«Carlos» wurde am Donnerstag vom Gefängnis Limmattal in das Massnahmenzentrum Uitikon überwiesen. Dagegen will er mit einem Hungerstreik protestieren. In Uitikon sitzt auch Raphael G., ein alter Bekannter von «Carlos». Raphael hat viel Verständnis für den prominenten Mithäftling.

«Seiner Familie geht es nicht gut, ihm geht es nicht gut», weiss G. und begründet dies damit, dass sich «Carlos» an die Situation in Basel gewöhnt hatte. «Jetzt wird er wieder herausgerissen. Für einen jungen Menschen ist das psychisch schon sehr belastend.»

In Basel, wo er seine Strafe wegen einer Messerattacke absass, genoss Carlos eine teure Sonderbetreuung mit Thai-Box-Unterricht und einer grosszügigen eigenen Wohnung. Die Kosten beliefen sich monatlich auf bis zu 29000 Franken. Die Enthüllung sorgte schweizweit für Empörung.

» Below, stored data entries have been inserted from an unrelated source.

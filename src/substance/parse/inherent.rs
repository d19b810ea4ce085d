//! Cells on inherent biodegradability: guideline, percentage and days.

use std::sync::LazyLock;

use regex::Regex;

use super::cell::value_text;
use super::degradability::{
    Read, bare_number, days_in, percentage_of_number, percentages, says_inherent, says_ready_or_not,
};
use super::pattern::fixed;
use super::remark::Said;
use crate::fault::CellFaultKind;
use crate::quantity::{DecimalStyle, Interval, plain_words};
use crate::substance::{Basis, InherentBiodegradability};
use crate::workbook::CellContent;

static INHERENT_GUIDELINE: LazyLock<Regex> = LazyLock::new(|| fixed(r"\b302 ?([abc])\b"));

/// A cell on inherent biodegradability whose basis is still open.
#[derive(Debug, Clone, PartialEq)]
pub(super) struct InherentCell {
    guideline: Option<String>,
    degraded: Option<Interval>,
    days: Option<f64>,
    reported: String,
}

impl InherentCell {
    pub(super) fn known_by(self, basis: Basis, reliability: Option<u8>) -> InherentBiodegradability {
        InherentBiodegradability {
            guideline: self.guideline,
            degraded: self.degraded,
            days: self.days,
            basis,
            reliability,
            reported: self.reported,
        }
    }
}

/// What a cell says of inherent biodegradability.
pub(super) fn read_inherent(content: &CellContent, decimal: DecimalStyle) -> Read<(InherentCell, Said)> {
    let not_a = CellFaultKind::NotA {
        what: "result of an inherent biodegradability test",
        example: "75 %, 28 d, OECD 302B",
    };
    let Some(text) = value_text(content) else {
        return Ok(None);
    };
    let plain = plain_words(&text);
    let bare = match content {
        CellContent::Number(number) => Some(*number),
        CellContent::Text(_) => bare_number(&text, decimal),
        CellContent::Empty | CellContent::Error(_) => None,
        CellContent::Boolean(_) | CellContent::DateTime(_) => return Err(not_a),
    };
    let degraded = match bare {
        Some(number) => Some(percentage_of_number(number)?),
        // Of several results the one of most concern.
        None => percentages(&text, decimal)
            .into_iter()
            .min_by(|one, other| lowest(*one).total_cmp(&lowest(*other))),
    };
    let guideline = inherent_guideline(&plain);
    let in_words = says_inherent(&text) || says_ready_or_not(&text);
    if degraded.is_none() && guideline.is_none() && !in_words {
        return Err(not_a);
    }
    let said = Said::in_remarks(std::slice::from_ref(&text));
    let days = days_in(&text);
    Ok(Some((InherentCell { guideline, degraded, days, reported: text }, said)))
}

fn lowest(interval: Interval) -> f64 {
    interval.low().number().unwrap_or(f64::NEG_INFINITY)
}

fn inherent_guideline(plain: &str) -> Option<String> {
    if let Some(letter) = INHERENT_GUIDELINE.captures(plain).and_then(|found| found.get(1)) {
        return Some(format!("OECD 302{}", letter.as_str().to_uppercase()));
    }
    // Names of the methods in OECD 302 A to C.
    [("scas", "OECD 302A"), ("zahn wellens", "OECD 302B"), ("miti ii", "OECD 302C")]
        .into_iter()
        .find(|(name, _)| plain.contains(name))
        .map(|(_, guideline)| guideline.to_owned())
}
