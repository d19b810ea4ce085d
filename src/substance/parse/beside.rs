//! A value read together with its unit and its sign, where other columns of the row hold them.

use std::sync::LazyLock;

use regex::Regex;

use super::cell::text_of;
use super::pattern::fixed;
use crate::columns::{Column, Separator, sign_of};
use crate::fault::CellFaultKind;
use crate::quantity::{DecimalStyle, Dimension, Unit, is_missing, parse_unit_of, tidy};
use crate::workbook::{CellContent, Row};

/// The column and the content with which a cell is to be read; `None` where no other column speaks of it.
pub(super) fn complete(
    column: &Column,
    content: &CellContent,
    row: &Row,
) -> Result<Option<(Column, CellContent)>, CellFaultKind> {
    let says_nothing = match content {
        CellContent::Text(text) => is_missing(text),
        CellContent::Number(_) => false,
        // Faults of their own.
        CellContent::Empty | CellContent::Boolean(_) | CellContent::DateTime(_) | CellContent::Error(_) => {
            true
        }
    };
    let unit = column.beside.unit.and_then(|index| beside(row, index));
    let sign = column.beside.qualifier.and_then(|index| beside(row, index));
    if says_nothing || (unit.is_none() && sign.is_none()) {
        return Ok(None);
    }
    let mut column = column.clone();
    if let Some(unit) = unit {
        column.unit = unit_with(&column, unit)?;
    }
    let content = match sign {
        Some(sign) => signed(&mut column, content, sign)?,
        None => content.clone(),
    };
    Ok(Some((column, content)))
}

/// What a cell beside a value holds; nothing where it is empty or says that there is nothing.
fn beside(row: &Row, index: u16) -> Option<String> {
    let cell = row.cell(index)?;
    if cell.formula && cell.content == CellContent::Empty {
        return Some("=…".to_owned());
    }
    text_of(&cell.content).filter(|text| !is_missing(text))
}

/// The unit in which numbers of the cell are: that of the column beside, which has to agree with the header.
fn unit_with(column: &Column, unit: String) -> Result<Option<Unit>, CellFaultKind> {
    const NO_UNIT: [&str; 8] =
        ["log", "log10", "lg", "unitless", "dimensionless", "none", "no unit", "logarithmic"];
    let Some(dimension) = column.dimension() else {
        return Ok(column.unit);
    };
    let tidied = tidy(&unit);
    let bare = tidied.trim_matches(['(', ')', '[', ']', ' ']);
    let bare = bare.strip_prefix("in ").unwrap_or(bare);
    if dimension == Dimension::Dimensionless && NO_UNIT.contains(&bare.to_lowercase().as_str()) {
        return Ok(column.unit);
    }
    let Some(read) = parse_unit_of(bare, dimension).filter(|read| read.dimension() == dimension) else {
        return Err(CellFaultKind::UnitBeside { unit });
    };
    match column.unit {
        // A log BCF is that of litres per kilogram.
        Some(Unit::LogLitrePerKilogram) if read == Unit::LitrePerKilogram => Ok(column.unit),
        Some(header) if header != read => Err(CellFaultKind::UnitsDiffer { unit, header }),
        Some(_) | None => Ok(Some(read)),
    }
}

/// The content with its sign before it.
fn signed(column: &mut Column, content: &CellContent, sign: String) -> Result<CellContent, CellFaultKind> {
    // One number, perhaps with a power of ten, and words without digits apart from those of `m3`.
    static ONE_NUMBER: LazyLock<Regex> = LazyLock::new(|| {
        fixed(concat!(
            r"(?i)^[-+−]?\d[\d.,']*(?:\s?e[-+]?\d+|\s?[x×*]\s?10\s?\^?\s?[-−+]?\d+)?",
            r"(?:[^;<>≤≥~±\d–]|\p{L}\d)*$"
        ))
    });
    let Some(before) = sign_of(&sign) else {
        return Err(CellFaultKind::SignBeside { sign });
    };
    let text = match content {
        CellContent::Number(number) => {
            // Written here, so that its separator is known.
            column.decimal = DecimalStyle::Point;
            column.separator = Separator::Shown;
            number.to_string()
        }
        CellContent::Text(text) => tidy(text),
        CellContent::Empty | CellContent::Boolean(_) | CellContent::DateTime(_) | CellContent::Error(_) => {
            return Ok(content.clone());
        }
    };
    if before.is_empty() {
        let has_sign = text.starts_with(['<', '>', '≤', '≥', '~', '≈']);
        return if has_sign { Err(CellFaultKind::SignBeside { sign }) } else { Ok(content.clone()) };
    }
    let own_end = text.find(|character: char| character.is_ascii_digit()).unwrap_or(0);
    if text.get(..own_end).and_then(sign_of) == Some(before) {
        return Ok(content.clone());
    }
    if !ONE_NUMBER.is_match(&text) {
        return Err(CellFaultKind::SignBeside { sign });
    }
    Ok(CellContent::Text(format!("{before}{text}")))
}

Der Hungerstreik sei «Carlos'» einzige legales Mittel, sagt sein Kumpel Raphael. «Früher hätte er einfach zugeschlagen. Das zeigt doch, welche Fortschritte er gemacht hat.

«Ein Justizopfer»

Nach Ansicht seines Vaters ist «Carlos» ein Justizopfe. Er habe sich während des Sondersettings enorm stabilisiert. «Er ist viel kontrollierter und ruhiger», sagte der Vater in einem Interview mit dem «Tages-Anzeiger».

Das Massnahmenzentrum Uitikon wollte sich nicht zum angekündigten Hungerstreik äussern.